(Records drawn from a dataset)

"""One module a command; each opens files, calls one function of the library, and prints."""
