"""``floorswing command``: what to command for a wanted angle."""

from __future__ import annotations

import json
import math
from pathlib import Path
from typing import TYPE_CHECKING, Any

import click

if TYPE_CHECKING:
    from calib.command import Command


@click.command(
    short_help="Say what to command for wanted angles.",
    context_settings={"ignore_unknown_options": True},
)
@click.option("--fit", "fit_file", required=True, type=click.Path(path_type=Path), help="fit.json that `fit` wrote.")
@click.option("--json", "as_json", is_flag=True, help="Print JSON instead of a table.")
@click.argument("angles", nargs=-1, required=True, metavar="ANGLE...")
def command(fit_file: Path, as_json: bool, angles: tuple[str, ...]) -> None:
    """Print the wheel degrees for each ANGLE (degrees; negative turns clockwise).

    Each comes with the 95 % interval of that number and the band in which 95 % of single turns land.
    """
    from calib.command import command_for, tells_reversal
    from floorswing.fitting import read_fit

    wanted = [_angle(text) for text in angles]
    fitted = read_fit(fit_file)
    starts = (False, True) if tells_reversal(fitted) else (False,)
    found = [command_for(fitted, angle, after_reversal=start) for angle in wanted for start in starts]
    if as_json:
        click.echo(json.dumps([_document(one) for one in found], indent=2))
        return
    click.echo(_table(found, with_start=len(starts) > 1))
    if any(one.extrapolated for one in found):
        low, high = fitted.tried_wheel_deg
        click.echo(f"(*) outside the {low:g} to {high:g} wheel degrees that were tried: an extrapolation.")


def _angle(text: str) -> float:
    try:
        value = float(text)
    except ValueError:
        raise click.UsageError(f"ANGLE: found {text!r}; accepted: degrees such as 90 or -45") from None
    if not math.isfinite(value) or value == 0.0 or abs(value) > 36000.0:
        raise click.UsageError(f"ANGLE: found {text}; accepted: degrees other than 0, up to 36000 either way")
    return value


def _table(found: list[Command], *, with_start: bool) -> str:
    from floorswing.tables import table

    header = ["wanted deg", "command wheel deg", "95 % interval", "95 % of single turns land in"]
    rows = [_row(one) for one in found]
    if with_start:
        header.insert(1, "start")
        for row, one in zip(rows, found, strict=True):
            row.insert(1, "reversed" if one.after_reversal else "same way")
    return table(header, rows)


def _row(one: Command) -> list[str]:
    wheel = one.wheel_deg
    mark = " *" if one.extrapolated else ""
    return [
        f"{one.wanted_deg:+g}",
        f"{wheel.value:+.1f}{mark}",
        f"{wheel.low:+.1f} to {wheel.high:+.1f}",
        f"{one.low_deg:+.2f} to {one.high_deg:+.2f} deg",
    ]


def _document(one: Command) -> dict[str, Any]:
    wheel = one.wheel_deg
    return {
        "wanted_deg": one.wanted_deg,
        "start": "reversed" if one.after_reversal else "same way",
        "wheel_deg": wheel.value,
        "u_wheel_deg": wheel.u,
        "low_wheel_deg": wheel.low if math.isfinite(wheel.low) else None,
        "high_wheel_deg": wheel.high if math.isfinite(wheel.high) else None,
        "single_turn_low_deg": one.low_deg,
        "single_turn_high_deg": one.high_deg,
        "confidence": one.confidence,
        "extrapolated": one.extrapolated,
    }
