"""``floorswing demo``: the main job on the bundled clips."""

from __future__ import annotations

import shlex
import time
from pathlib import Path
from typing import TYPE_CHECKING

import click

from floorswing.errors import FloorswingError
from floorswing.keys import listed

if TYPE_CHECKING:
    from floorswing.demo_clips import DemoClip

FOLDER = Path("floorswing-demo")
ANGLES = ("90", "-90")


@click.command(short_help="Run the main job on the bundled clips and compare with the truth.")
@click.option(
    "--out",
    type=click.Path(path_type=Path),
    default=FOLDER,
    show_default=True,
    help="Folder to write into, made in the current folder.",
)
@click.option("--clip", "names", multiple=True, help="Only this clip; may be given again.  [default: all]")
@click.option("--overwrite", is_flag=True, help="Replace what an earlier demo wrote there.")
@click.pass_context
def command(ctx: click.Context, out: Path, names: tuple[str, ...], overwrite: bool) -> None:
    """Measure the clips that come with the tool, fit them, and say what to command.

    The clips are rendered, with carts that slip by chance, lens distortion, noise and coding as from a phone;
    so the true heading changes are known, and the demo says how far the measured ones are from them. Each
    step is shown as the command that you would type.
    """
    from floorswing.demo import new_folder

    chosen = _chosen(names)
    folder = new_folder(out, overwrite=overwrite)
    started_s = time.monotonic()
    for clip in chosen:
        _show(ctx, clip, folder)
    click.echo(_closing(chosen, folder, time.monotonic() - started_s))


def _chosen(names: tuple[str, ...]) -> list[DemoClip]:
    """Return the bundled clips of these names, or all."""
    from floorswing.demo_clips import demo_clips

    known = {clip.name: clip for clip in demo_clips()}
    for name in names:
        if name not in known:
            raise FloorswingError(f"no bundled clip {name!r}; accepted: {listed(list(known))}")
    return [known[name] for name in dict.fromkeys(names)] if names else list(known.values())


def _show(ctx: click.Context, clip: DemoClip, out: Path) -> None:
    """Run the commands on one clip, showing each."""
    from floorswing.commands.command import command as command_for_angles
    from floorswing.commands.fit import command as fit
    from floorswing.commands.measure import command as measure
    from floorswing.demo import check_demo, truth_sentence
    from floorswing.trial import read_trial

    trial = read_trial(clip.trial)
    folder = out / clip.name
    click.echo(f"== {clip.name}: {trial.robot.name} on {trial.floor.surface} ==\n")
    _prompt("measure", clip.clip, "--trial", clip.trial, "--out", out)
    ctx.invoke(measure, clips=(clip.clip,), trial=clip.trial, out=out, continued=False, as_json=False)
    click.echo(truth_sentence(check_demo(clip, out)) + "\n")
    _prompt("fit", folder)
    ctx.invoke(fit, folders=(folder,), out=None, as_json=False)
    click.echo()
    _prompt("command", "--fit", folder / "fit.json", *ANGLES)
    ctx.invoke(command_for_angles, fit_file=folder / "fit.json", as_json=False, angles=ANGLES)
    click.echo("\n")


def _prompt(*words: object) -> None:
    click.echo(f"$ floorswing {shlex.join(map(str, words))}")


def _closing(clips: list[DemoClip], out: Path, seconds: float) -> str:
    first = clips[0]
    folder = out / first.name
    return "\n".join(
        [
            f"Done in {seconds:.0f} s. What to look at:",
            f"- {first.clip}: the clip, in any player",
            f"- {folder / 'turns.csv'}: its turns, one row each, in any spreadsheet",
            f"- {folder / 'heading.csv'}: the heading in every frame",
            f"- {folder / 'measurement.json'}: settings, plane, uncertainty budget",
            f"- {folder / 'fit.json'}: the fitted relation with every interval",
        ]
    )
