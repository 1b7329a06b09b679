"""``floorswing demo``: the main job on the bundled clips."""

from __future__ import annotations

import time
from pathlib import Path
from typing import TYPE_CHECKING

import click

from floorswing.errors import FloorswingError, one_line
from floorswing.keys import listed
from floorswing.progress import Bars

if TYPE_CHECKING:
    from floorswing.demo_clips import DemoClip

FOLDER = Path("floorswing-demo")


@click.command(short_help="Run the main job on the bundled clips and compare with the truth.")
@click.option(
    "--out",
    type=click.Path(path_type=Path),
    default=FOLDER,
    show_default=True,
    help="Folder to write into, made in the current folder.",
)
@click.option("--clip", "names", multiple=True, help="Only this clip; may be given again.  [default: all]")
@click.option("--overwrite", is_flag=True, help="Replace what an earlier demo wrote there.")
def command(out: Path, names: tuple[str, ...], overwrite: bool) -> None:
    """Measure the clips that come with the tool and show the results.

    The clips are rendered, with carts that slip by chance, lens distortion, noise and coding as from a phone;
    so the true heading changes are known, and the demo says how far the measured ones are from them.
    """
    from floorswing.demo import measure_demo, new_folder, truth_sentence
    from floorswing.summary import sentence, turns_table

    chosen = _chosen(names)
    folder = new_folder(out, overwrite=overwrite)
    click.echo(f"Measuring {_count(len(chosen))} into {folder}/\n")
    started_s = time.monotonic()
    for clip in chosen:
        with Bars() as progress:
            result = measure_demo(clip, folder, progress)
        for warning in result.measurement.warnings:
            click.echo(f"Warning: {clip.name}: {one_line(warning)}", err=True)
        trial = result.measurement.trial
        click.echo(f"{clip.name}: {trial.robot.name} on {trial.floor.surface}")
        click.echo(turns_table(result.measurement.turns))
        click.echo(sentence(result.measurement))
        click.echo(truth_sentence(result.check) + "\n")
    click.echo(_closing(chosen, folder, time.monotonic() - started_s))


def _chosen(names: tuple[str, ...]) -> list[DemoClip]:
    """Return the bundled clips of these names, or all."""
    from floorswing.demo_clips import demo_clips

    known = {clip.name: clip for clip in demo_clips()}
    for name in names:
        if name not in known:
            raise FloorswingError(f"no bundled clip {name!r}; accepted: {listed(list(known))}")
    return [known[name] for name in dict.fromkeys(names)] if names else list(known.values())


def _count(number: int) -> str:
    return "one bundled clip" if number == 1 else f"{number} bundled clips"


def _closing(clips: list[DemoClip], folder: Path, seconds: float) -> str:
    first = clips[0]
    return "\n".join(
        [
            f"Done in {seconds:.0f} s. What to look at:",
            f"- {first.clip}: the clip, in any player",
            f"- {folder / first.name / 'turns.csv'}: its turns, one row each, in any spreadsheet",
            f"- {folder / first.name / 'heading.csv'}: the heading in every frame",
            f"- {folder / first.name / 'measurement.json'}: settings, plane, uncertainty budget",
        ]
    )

--

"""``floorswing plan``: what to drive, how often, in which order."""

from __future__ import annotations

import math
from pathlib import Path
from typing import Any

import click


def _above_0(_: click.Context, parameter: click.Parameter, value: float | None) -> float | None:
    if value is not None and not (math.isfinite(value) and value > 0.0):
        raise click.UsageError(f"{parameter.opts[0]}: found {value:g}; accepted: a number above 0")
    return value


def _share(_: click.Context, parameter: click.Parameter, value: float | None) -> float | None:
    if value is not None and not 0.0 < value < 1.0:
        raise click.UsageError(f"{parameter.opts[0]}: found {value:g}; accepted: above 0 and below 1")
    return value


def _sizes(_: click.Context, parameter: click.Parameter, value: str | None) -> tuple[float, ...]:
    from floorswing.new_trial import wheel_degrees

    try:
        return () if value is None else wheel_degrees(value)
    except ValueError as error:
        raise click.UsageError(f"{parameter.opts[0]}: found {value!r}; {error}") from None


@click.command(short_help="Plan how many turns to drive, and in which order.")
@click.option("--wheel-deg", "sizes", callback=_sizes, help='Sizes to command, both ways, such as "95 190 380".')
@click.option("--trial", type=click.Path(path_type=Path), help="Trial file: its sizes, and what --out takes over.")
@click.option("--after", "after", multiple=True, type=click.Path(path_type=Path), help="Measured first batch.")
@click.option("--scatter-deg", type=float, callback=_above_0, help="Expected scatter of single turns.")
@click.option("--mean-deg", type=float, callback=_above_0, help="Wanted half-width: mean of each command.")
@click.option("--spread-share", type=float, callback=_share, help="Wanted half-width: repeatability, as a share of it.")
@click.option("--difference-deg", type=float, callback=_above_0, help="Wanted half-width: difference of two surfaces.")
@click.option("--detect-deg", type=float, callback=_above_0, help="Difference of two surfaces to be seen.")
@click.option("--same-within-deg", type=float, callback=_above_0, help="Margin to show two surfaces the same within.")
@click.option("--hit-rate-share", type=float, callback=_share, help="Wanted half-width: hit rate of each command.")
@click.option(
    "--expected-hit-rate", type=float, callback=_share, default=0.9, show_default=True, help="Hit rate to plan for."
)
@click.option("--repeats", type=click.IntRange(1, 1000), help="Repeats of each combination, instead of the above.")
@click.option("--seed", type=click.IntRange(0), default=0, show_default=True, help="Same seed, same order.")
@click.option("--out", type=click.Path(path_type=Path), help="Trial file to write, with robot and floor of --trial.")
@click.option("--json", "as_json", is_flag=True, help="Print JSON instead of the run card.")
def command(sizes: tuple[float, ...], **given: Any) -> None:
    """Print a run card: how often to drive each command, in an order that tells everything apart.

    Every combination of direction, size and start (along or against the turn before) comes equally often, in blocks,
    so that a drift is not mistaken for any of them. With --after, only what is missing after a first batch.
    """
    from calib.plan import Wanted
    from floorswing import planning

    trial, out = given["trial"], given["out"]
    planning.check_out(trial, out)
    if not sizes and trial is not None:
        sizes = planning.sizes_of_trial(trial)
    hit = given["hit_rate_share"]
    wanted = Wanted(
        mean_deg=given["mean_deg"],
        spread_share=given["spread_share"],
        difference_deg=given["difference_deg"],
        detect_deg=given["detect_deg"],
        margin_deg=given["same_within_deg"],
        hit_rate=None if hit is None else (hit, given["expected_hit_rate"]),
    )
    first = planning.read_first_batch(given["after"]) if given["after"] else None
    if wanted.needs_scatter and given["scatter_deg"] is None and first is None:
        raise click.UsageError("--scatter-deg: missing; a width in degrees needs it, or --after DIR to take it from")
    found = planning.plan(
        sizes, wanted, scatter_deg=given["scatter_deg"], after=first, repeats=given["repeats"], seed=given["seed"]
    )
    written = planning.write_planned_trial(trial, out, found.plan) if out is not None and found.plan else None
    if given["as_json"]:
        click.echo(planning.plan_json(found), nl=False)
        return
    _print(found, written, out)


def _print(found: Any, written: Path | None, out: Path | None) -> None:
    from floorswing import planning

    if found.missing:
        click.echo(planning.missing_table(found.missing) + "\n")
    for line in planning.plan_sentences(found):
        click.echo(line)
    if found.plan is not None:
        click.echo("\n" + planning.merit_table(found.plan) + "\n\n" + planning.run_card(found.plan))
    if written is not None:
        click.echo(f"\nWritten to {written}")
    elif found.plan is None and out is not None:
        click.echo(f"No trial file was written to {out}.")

(Brief):
Copy out the lines above exactly, beginning at the one that contains "wheel degrees that" and ending at the one that contains "def _document(one: Command)".

(Reply):
        click.echo(f"(*) outside the {low:g} to {high:g} wheel degrees that were tried: an extrapolation.")


def _angle(text: str) -> float:
    try:
        value = float(text)
    except ValueError:
        raise click.UsageError(f"ANGLE: found {text!r}; accepted: degrees such as 90 or -45") from None
    if not math.isfinite(value) or value == 0.0 or abs(value) > 36000.0:
        raise click.UsageError(f"ANGLE: found {text}; accepted: degrees other than 0, up to 36000 either way")
    return value


def _table(found: list[Command], *, with_start: bool) -> str:
    from floorswing.tables import table

    header = ["wanted deg", "command wheel deg", "95 % interval", "95 % of single turns land in"]
    rows = [_row(one) for one in found]
    if with_start:
        header.insert(1, "start")
        for row, one in zip(rows, found, strict=True):
            row.insert(1, "reversed" if one.after_reversal else "same way")
    return table(header, rows)


def _row(one: Command) -> list[str]:
    wheel = one.wheel_deg
    mark = " *" if one.extrapolated else ""
    return [
        f"{one.wanted_deg:+g}",
        f"{wheel.value:+.1f}{mark}",
        f"{wheel.low:+.1f} to {wheel.high:+.1f}",
        f"{one.low_deg:+.2f} to {one.high_deg:+.2f} deg",
    ]


def _document(one: Command) -> dict[str, Any]:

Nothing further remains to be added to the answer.